Nasz pies nie bał się petard, do czasu. Dwa lata temu wracając ze Stellą ze spaceru do domu blisko nas ktoś rzucił petardę hukową, za chwilę drugą. Między domami przecież efekt jest jeszcze fajniejszy kiedy huk odbija się od ścian budynków... Nie zdążyłam na czas otworzyć drzwi wejściowych, Stellka mało głową ich nie przebiła, taki załapała poziom strachu. Od tamtej pory jest tylko gorzej. Podawać leki? To kolejna "dobra" rada. Nie da się trzymać psa na uspokajaczach przez dwa miesiące. To są środki, które można zastosować w Sylwestra na te kilka godzin, ale nie otępiać nimi zwierzaka przez tak długi okres. Dlatego moim i nie tylko moim zdaniem sprzedaż i przede wszystkim korzystanie z tej formy "zabawy" powinny zostać kategorycznie ograniczone do tej jednej nocy, na którą wszyscy moglibyśmy się przygotować. Dla mnie ta noc najpiękniejszą jest gdy spędzam ją w ciszy. W ciszy myśli są jaśniejsze i wyraźniejsze, lepiej słychać własne sumienie, zastanawiać się nad sobą i swoim życiem i odrabiać lekcje z człowieczeństwa. 

Próśb, postów i apeli o litość i zrozumienie przeczytałam wiele w tym roku.

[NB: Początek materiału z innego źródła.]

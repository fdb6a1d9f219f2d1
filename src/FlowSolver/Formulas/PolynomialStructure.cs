namespace FlowSolver.Formulas;

/// <summary>
/// Finds out symbolically whether a formula is a polynomial of degree at most 2, or c + a|x − x₀|, however it is written. Coefficients that cancel
/// to within 64 units of rounding of what they were made of count as 0.
/// </summary>
internal sealed class PolynomialStructure
{
    private const double Rounding = 64 * 2.220446049250313e-16;

    public PolynomialStructure(FormulaNode root, int dimension)
    {
        var order = FormulaEvaluator.OrderOf([root]);
        if (Expand(order, null, 0) is { Degree: <= 2 } polynomial)
        {
            Quadratic = new QuadraticStructure(
                polynomial[0, 0], polynomial[1, 0], polynomial[0, 1], 2 * polynomial[2, 0], polynomial[1, 1], 2 * polynomial[0, 2]);
        }
        else if (dimension == 1)
        {
            AbsoluteValue = FindAbsoluteValue(order);
        }
    }

    public QuadraticStructure? Quadratic { get; }

    public AbsoluteValueStructure? AbsoluteValue { get; }

    private static AbsoluteValueStructure? FindAbsoluteValue(FormulaNode[] order)
    {
        // The first switch has a smooth argument; its zero is the only possible centre.
        if (FindCenter(order) is not { } center)
            return null;
        if (Expand(order, center, -1) is not { Degree: <= 1 } before || Expand(order, center, 1) is not { Degree: <= 1 } after)
            return null;
        var (left, right) = (before[1, 0], after[1, 0]);
        var (valueLeft, valueRight) = (before[0, 0] + left * center, after[0, 0] + right * center);
        var scale = Math.Abs(before[0, 0]) + Math.Abs(after[0, 0]) + (Math.Abs(left) + Math.Abs(right)) * Math.Abs(center);
        if (!(right > 0) || Math.Abs(left + right) > Rounding * right || Math.Abs(valueLeft - valueRight) > Rounding * scale)
            return null;
        return new AbsoluteValueStructure(valueRight, right, center);
    }

    private static double? FindCenter(FormulaNode[] order)
    {
        var known = new Dictionary<FormulaNode, Polynomial?>();
        foreach (var node in order)
        {
            var polynomial = Combine(node, known, null, 0);
            known.Add(node, polynomial);
            if (polynomial is not null || node.A is null)
                continue;
            if (node.Kind == NodeKind.Sqrt)
                return known[node.A]?.SquareRoot() is { } root ? Zero(root) : null;
            if (!node.IsSwitch)
                return null;
            var argument = node.Kind is NodeKind.Minimum or NodeKind.Maximum
                ? Polynomial.Sum(known[node.A], known[node.B!], -1)
                : known[node.A];
            return argument is null ? null : Zero(argument);
        }

        return null;
    }

    private static double? Zero(Polynomial line)
        => line.Degree == 1 && line[1, 0] != 0 && double.IsFinite(line[0, 0] / line[1, 0]) ? 0 - line[0, 0] / line[1, 0] : null;

    /// <summary>The formula as a polynomial on one side of a centre (no side: only where nothing switches); null when it is none.</summary>
    private static Polynomial? Expand(FormulaNode[] order, double? center, int side)
    {
        var known = new Dictionary<FormulaNode, Polynomial?>();
        foreach (var node in order)
            known.Add(node, Combine(node, known, center, side));
        return known[order[^1]];
    }

    private static Polynomial? Combine(FormulaNode node, Dictionary<FormulaNode, Polynomial?> known, double? center, int side)
    {
        var a = node.A is null ? null : known[node.A];
        var b = node.B is null ? null : known[node.B];
        switch (node.Kind)
        {
            case NodeKind.Number:
                return double.IsFinite(node.Value) ? Polynomial.Constant(node.Value) : null;
            case NodeKind.X:
                return Polynomial.X;
            case NodeKind.Y:
                return Polynomial.Y;
            case NodeKind.Negate:
                return a?.Scaled(-1);
            case NodeKind.Add:
                return Polynomial.Sum(a, b, 1);
            case NodeKind.Subtract:
                return Polynomial.Sum(a, b, -1);
            case NodeKind.Multiply:
                return Polynomial.Product(a, b);
            case NodeKind.Divide:
                return a is not null && b is { Degree: 0 } && double.IsFinite(1 / b[0, 0]) ? a.Scaled(1 / b[0, 0]) : null;
            case NodeKind.IntegerPower:
                if (a is null || node.Exponent < 0 || node.Exponent * a.Degree > Polynomial.LargestDegree || node.Exponent > 64)
                    return null;
                var power = Polynomial.Constant(1);
                for (var i = 0; i < node.Exponent; i++)
                    power = Polynomial.Product(power, a)!;
                return power;
        }

        if (center is not { } at)
            return null;
        switch (node.Kind)
        {
            case NodeKind.Sqrt:
                return a?.SquareRoot() is { } root && SideOf(root, at, side) is { } rootSign ? root.Scaled(rootSign < 0 ? -1 : 1) : null;
            case NodeKind.Abs:
                return SideOf(a, at, side) is { } sign ? a!.Scaled(sign < 0 ? -1 : 1) : null;
            case NodeKind.Sign:
                return SideOf(a, at, side) is { } value ? Polynomial.Constant(value) : null;
            case NodeKind.Step:
                return SideOf(a, at, side) is { } step ? Polynomial.Constant(step < 0 ? 0 : 1) : null;
            case NodeKind.Minimum:
                return SideOf(Polynomial.Sum(a, b, -1), at, side) is { } lower ? lower < 0 ? a : b : null;
            case NodeKind.Maximum:
                return SideOf(Polynomial.Sum(a, b, -1), at, side) is { } upper ? upper < 0 ? b : a : null;
            case NodeKind.Select:
                return SideOf(a, at, side) is { } branch ? branch < 0 ? b : known[node.C!] : null;
            default:
                return null;
        }
    }

    /// <summary>The sign of a line on one side of a centre; null unless it changes sign there only or never.</summary>
    private static int? SideOf(Polynomial? line, double center, int side)
    {
        if (line is null || line.Degree > 1)
            return null;
        var slope = line[1, 0];
        if (slope == 0)
            return Math.Sign(line[0, 0]);
        var value = line[0, 0] + slope * center;
        if (Math.Abs(value) > Rounding * (Math.Abs(line[0, 0]) + Math.Abs(slope * center)))
            return null;
        return Math.Sign(slope) * side;
    }

    /// <summary>A polynomial in x and y of bounded degree; each coefficient remembers the size of what it was summed from.</summary>
    private sealed class Polynomial
    {
        public const int LargestDegree = 8;
        private const int Side = LargestDegree + 1;

        // Beyond every degree that is asked for: such a polynomial is of no use to anyone.
        private const int Overflowed = 1000;
        private readonly double[] values = new double[Side * Side];
        private readonly double[] sizes = new double[Side * Side];

        public static Polynomial X { get; } = Single(1, 0, 1);

        public static Polynomial Y { get; } = Single(0, 1, 1);

        public int Degree { get; private set; }

        public double this[int powerOfX, int powerOfY] => values[powerOfX * Side + powerOfY];

        public static Polynomial Constant(double value) => Single(0, 0, value);

        public static Polynomial? Sum(Polynomial? a, Polynomial? b, double factor)
        {
            if (a is null || b is null)
                return null;
            var sum = new Polynomial();
            for (var i = 0; i < sum.values.Length; i++)
            {
                sum.values[i] = a.values[i] + factor * b.values[i];
                sum.sizes[i] = a.sizes[i] + b.sizes[i];
            }

            return sum.Settled();
        }

        public static Polynomial? Product(Polynomial? a, Polynomial? b)
        {
            if (a is null || b is null || a.Degree + b.Degree > LargestDegree)
                return null;
            var product = new Polynomial();
            for (var i = 0; i <= a.Degree; i++)
            {
                for (var j = 0; i + j <= a.Degree; j++)
                {
                    if (a[i, j] == 0)
                        continue;
                    for (var k = 0; k <= b.Degree; k++)
                    {
                        for (var l = 0; k + l <= b.Degree; l++)
                        {
                            var index = (i + k) * Side + j + l;
                            product.values[index] += a[i, j] * b[k, l];
                            product.sizes[index] += a.sizes[i * Side + j] * b.sizes[k * Side + l];
                        }
                    }
                }
            }

            return product.Settled();
        }

        public Polynomial Scaled(double factor)
        {
            var scaled = new Polynomial();
            for (var i = 0; i < values.Length; i++)
            {
                scaled.values[i] = factor * values[i];
                scaled.sizes[i] = Math.Abs(factor) * sizes[i];
            }

            return scaled.Settled();
        }

        /// <summary>The line whose square this is, in x alone; null when there is none.</summary>
        public Polynomial? SquareRoot()
        {
            var (c, b, a) = (this[0, 0], this[1, 0], this[2, 0]);
            if (Degree != 2 || !(a > 0) || this[0, 1] != 0 || this[1, 1] != 0 || this[0, 2] != 0 || b * b != 4 * a * c)
                return null;
            return Sum(Single(1, 0, Math.Sqrt(a)), Constant(b / (2 * Math.Sqrt(a))), 1);
        }

        private static Polynomial Single(int powerOfX, int powerOfY, double value)
        {
            var single = new Polynomial();
            single.values[powerOfX * Side + powerOfY] = value;
            single.sizes[powerOfX * Side + powerOfY] = Math.Abs(value);
            return single.Settled();
        }

        private Polynomial Settled()
        {
            Degree = 0;
            for (var i = 0; i < Side; i++)
            {
                for (var j = 0; j < Side; j++)
                {
                    var index = i * Side + j;
                    if (Math.Abs(values[index]) <= Rounding * sizes[index])
                        values[index] = 0;
                    if (!double.IsFinite(values[index]))
                        Degree = Overflowed;
                    else if (values[index] != 0)
                        Degree = Math.Max(Degree, i + j);
                }
            }

            return this;
        }
    }
}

Pod każdym ta sama wojna. MAMY PRAWO, BO TO RAZ W ROKU! MAMY PRAWO, BO PSY SRAJĄ! MAMY PRAWO, BO PSY SZCZEKAJĄ!  Pod każdym tekstem główny argument to te psie kupy. Tak, dla mnie te kupy to też przejaw buractwa. Po moim psie sprzątam. Wszyscy moi spacerkowi znajomi również. Reszty nie wychowam, chociaż zawsze mam woreczek w zapasie dla kogoś, kto wzrok od swojego pupila kucającego w wiadomej pozycji niby przypadkiem odwraca. Ten huk  to nie problem  psów jedynie. Naprawdę tak trudno to zrozumieć? To problem małych dzieci, starszych ludzi, ptaków, osób autystycznych, z chorobami serca, ze stanami lękowymi... Jeżeli jednak gówno się wie i jeszcze mniej chce się zrozumieć, to to psie gówno głównym argumentem się staje. 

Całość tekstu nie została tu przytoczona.